How have all the factors above been brought together to estimate a fair value?
  • The analysts have a consensus price target of €68.4 for JOST Werke based on their expectations of its future earnings growth, profit margins and other risk factors. However, there is a degree of disagreement amongst analysts, with the most bullish reporting a price target of €82.0, and the most bearish reporting a price target of just €57.0.
  • In order for you to agree with the analyst's consensus, you'd need to believe that by 2028, revenues will be €1.9 billion, earnings will come to €115.2 million, and it would be trading on a PE ratio of 10.4x, assuming you use a discount rate of 7.7%.
  • Given the current share price of €52.4, the analyst price target of €68.4 is 23.4% higher.
  • We always encourage you to reach your own conclusions though.
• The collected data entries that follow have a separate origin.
import { crossingsByLapDistance } from '../laps/crossingsByRestart.ts';
import type { LapMarks } from '../laps/lapMarks.ts';
import { wayBetween } from '../laps/wayBetween.ts';
import type { Channels, ReferencePath } from '../model.ts';
import { quantile } from '../stats/quantile.ts';
import { sampleBefore } from '../trace/placeTime.ts';

/** Laps counted along the track itself all have one length, whatever line is driven; a car's own way differs by metres. */
const SAME_LENGTH_M = 0.1;
/** Rounding and noise up to here; coarser distances are no better than the projection. */
const LARGEST_NOISE_S = 0.0012;
/** Along the track, distance and projection agree but for lines that run at an angle to each other. */
const USUAL_DIFFERENCE_M = 0.3;
const LARGEST_DIFFERENCE_M = 5;
/** Every how many samples that is checked. */
const CHECK_STRIDE = 32;

/**
 * Length of the track by the file's own lap distance.
 *
 * @returns null where the file has none, or its laps differ in length, so that it counts the car's own way
 */
export function trackLength(channels: Channels, { crossingS }: LapMarks): number | null {
	const { lapDistanceM, timeS } = channels;
	if (!lapDistanceM) return null;
	const behind: number[] = [];
	const lengths: number[] = [];
	for (const crossing of crossingS) {
		const i = sampleBefore(timeS, crossing) + 1;
		// a crossing beyond the ends of the run has no restart
		if (i < 1 || i >= timeS.length || !(lapDistanceM[i - 1] > lapDistanceM[i])) continue;
		behind.push(i);
		lengths.push(lapDistanceM[i - 1] + wayBetween(channels, i - 1, i) - lapDistanceM[i]);
	}
	const times = crossingsByLapDistance(channels, behind);
	if (!times || !(times.plusMinusS <= LARGEST_NOISE_S)) return null;
	const shortest = Math.min(...lengths);
	const longest = Math.max(...lengths);
	return longest - shortest <= SAME_LENGTH_M ? (shortest + longest) / 2 : null;
}

/**
 * The file's track distance at each whole metre of a path.
 *
 * @param sample, placeM samples of the lap that the path stands on, and their places, rising over one turn
 * @returns null where it cannot be read throughout
 */
export function trackDistanceByPlace(
	{ lapDistanceM }: Channels,
	sample: Int32Array,
	placeM: Float64Array,
	lengthM: number,
	trackM: number
): Float64Array | null {
	if (!lapDistanceM) return null;
	const out = new Float64Array(Math.floor(lengthM) + 1);
	// from (0, 0) over the lap's samples to (lengthM, trackM)
	let [place, distance] = [0, 0];
	let s = 0;
	// a lap that begins right on the line may be counted from its end
	const turnM = Math.floor(placeM[placeM.length >> 1] / lengthM) * lengthM;
	const reach = (nextPlace: number, nextDistance: number) => {
		for (; s < out.length && s <= nextPlace; s++) {
			out[s] = distance + ((s - place) / (nextPlace - place)) * (nextDistance - distance) || 0;
		}
		[place, distance] = [nextPlace, nextDistance];
	};
	for (let j = 0; j < sample.length; j++) {
		const next = lapDistanceM[sample[j]];
		const at = placeM[j] - turnM;
		if (at > place && at < lengthM && next > distance && next < trackM) reach(at, next);
	}
	reach(lengthM + 1e-9, trackM);
	return out;
}

/**
 * Puts a run's places by its own track distance, where that counts the same way as the path's.
 *
 * @param placeM places by projection or by stretched distance, which say the turn and what is credible; changed in place, or left
 *               as they are where the distances do not count alike
 */
export function placeByTrackDistance(
	placeM: Float64Array,
	channels: Channels,
	path: ReferencePath,
	marks: LapMarks
): void {
	const { lapDistanceM } = channels;
	const ownM = trackLength(channels, marks);
	const place = ownM === null ? null : placeReader(path, ownM);
	if (!lapDistanceM || !place) return;
	const differences = new Float64Array(Math.floor(placeM.length / CHECK_STRIDE) + 1).fill(NaN);
	for (let i = 0; i < placeM.length; i += CHECK_STRIDE) {
		differences[i / CHECK_STRIDE] = Math.abs(place(lapDistanceM[i], placeM[i]) - placeM[i]);
	}
	if (!(quantile(differences, 0.5) <= USUAL_DIFFERENCE_M)) return;
	if (!(quantile(differences, 0.98) <= LARGEST_DIFFERENCE_M)) return;
	let furthest = -Infinity;
	for (let i = 0; i < placeM.length; i++) {
		const read = place(lapDistanceM[i], placeM[i]);
		if (Math.abs(read - placeM[i]) <= LARGEST_DIFFERENCE_M) placeM[i] = read;
		if (placeM[i] < furthest) placeM[i] = furthest;
		else if (!Number.isNaN(placeM[i])) furthest = placeM[i];
	}
}

/**
 * Reads the unwrapped place at a track distance, given roughly where it is.
 *
 * @returns null where the path knows no track distance, or one of another length
 */
function placeReader(
	{ lengthM, trackDistanceM }: ReferencePath,
	ownM: number
): ((distanceM: number, nearM: number) => number) | null {
	if (!trackDistanceM || trackDistanceM.length < 2) return null;
	const known = trackDistanceM;
	const last = known.length - 1;
	// the path's track length, drawn on over the last part of a metre
	const pathM = known[last] + (lengthM - last) * (known[last] - known[last - 1]);
	if (Math.abs(ownM - pathM) > 2 * SAME_LENGTH_M) return null;
	let at = 0;
	return (distanceM, nearM) => {
		if (!(distanceM >= 0 && distanceM <= ownM + SAME_LENGTH_M)) return NaN;
		while (at > 0 && known[at] > distanceM) at = at > 8 && known[at - 8] > distanceM ? 0 : at - 1;
		while (at < last && known[at + 1] <= distanceM) at++;
		const next = at < last ? known[at + 1] : ownM;
		const span = at < last ? 1 : lengthM - at;
		const s = at + (next > known[at] ? Math.min((distanceM - known[at]) / (next - known[at]), 1) * span : 0);
		return s + Math.round((nearM - s) / lengthM) * lengthM;
	};
}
So sense check these analyst numbers against your own assumptions and expectations based on your understanding of the business and what you believe is probable.

How well do narratives help inform your perspective?

Disclaimer

AnalystConsensusTarget is a tool utilizing a Large Language Model (LLM) that ingests data on consensus price targets, forecasted revenue and earnings figures, as well as the transcripts of earnings calls to produce qualitative analysis. The narratives produced by AnalystConsensusTarget are general in nature and are based solely on analyst data and publicly-available material published by the respective companies. These scenarios are not indicative of the company's future performance and are exploratory in nature. Simply Wall St has no position in the company(s) mentioned. Simply Wall St may provide the securities issuer or related entities with website advertising services for a fee, on an arm's length basis. These relationships have no impact on the way we conduct our business, the content we host, or how our content is served to users. The price targets and estimates used are consensus data, and do not constitute a recommendation to buy or sell any stock, and they do not take account of your objectives, or your financial situation. Note that AnalystConsensusTarget's analysis may not factor in the latest price-sensitive company announcements or qualitative material.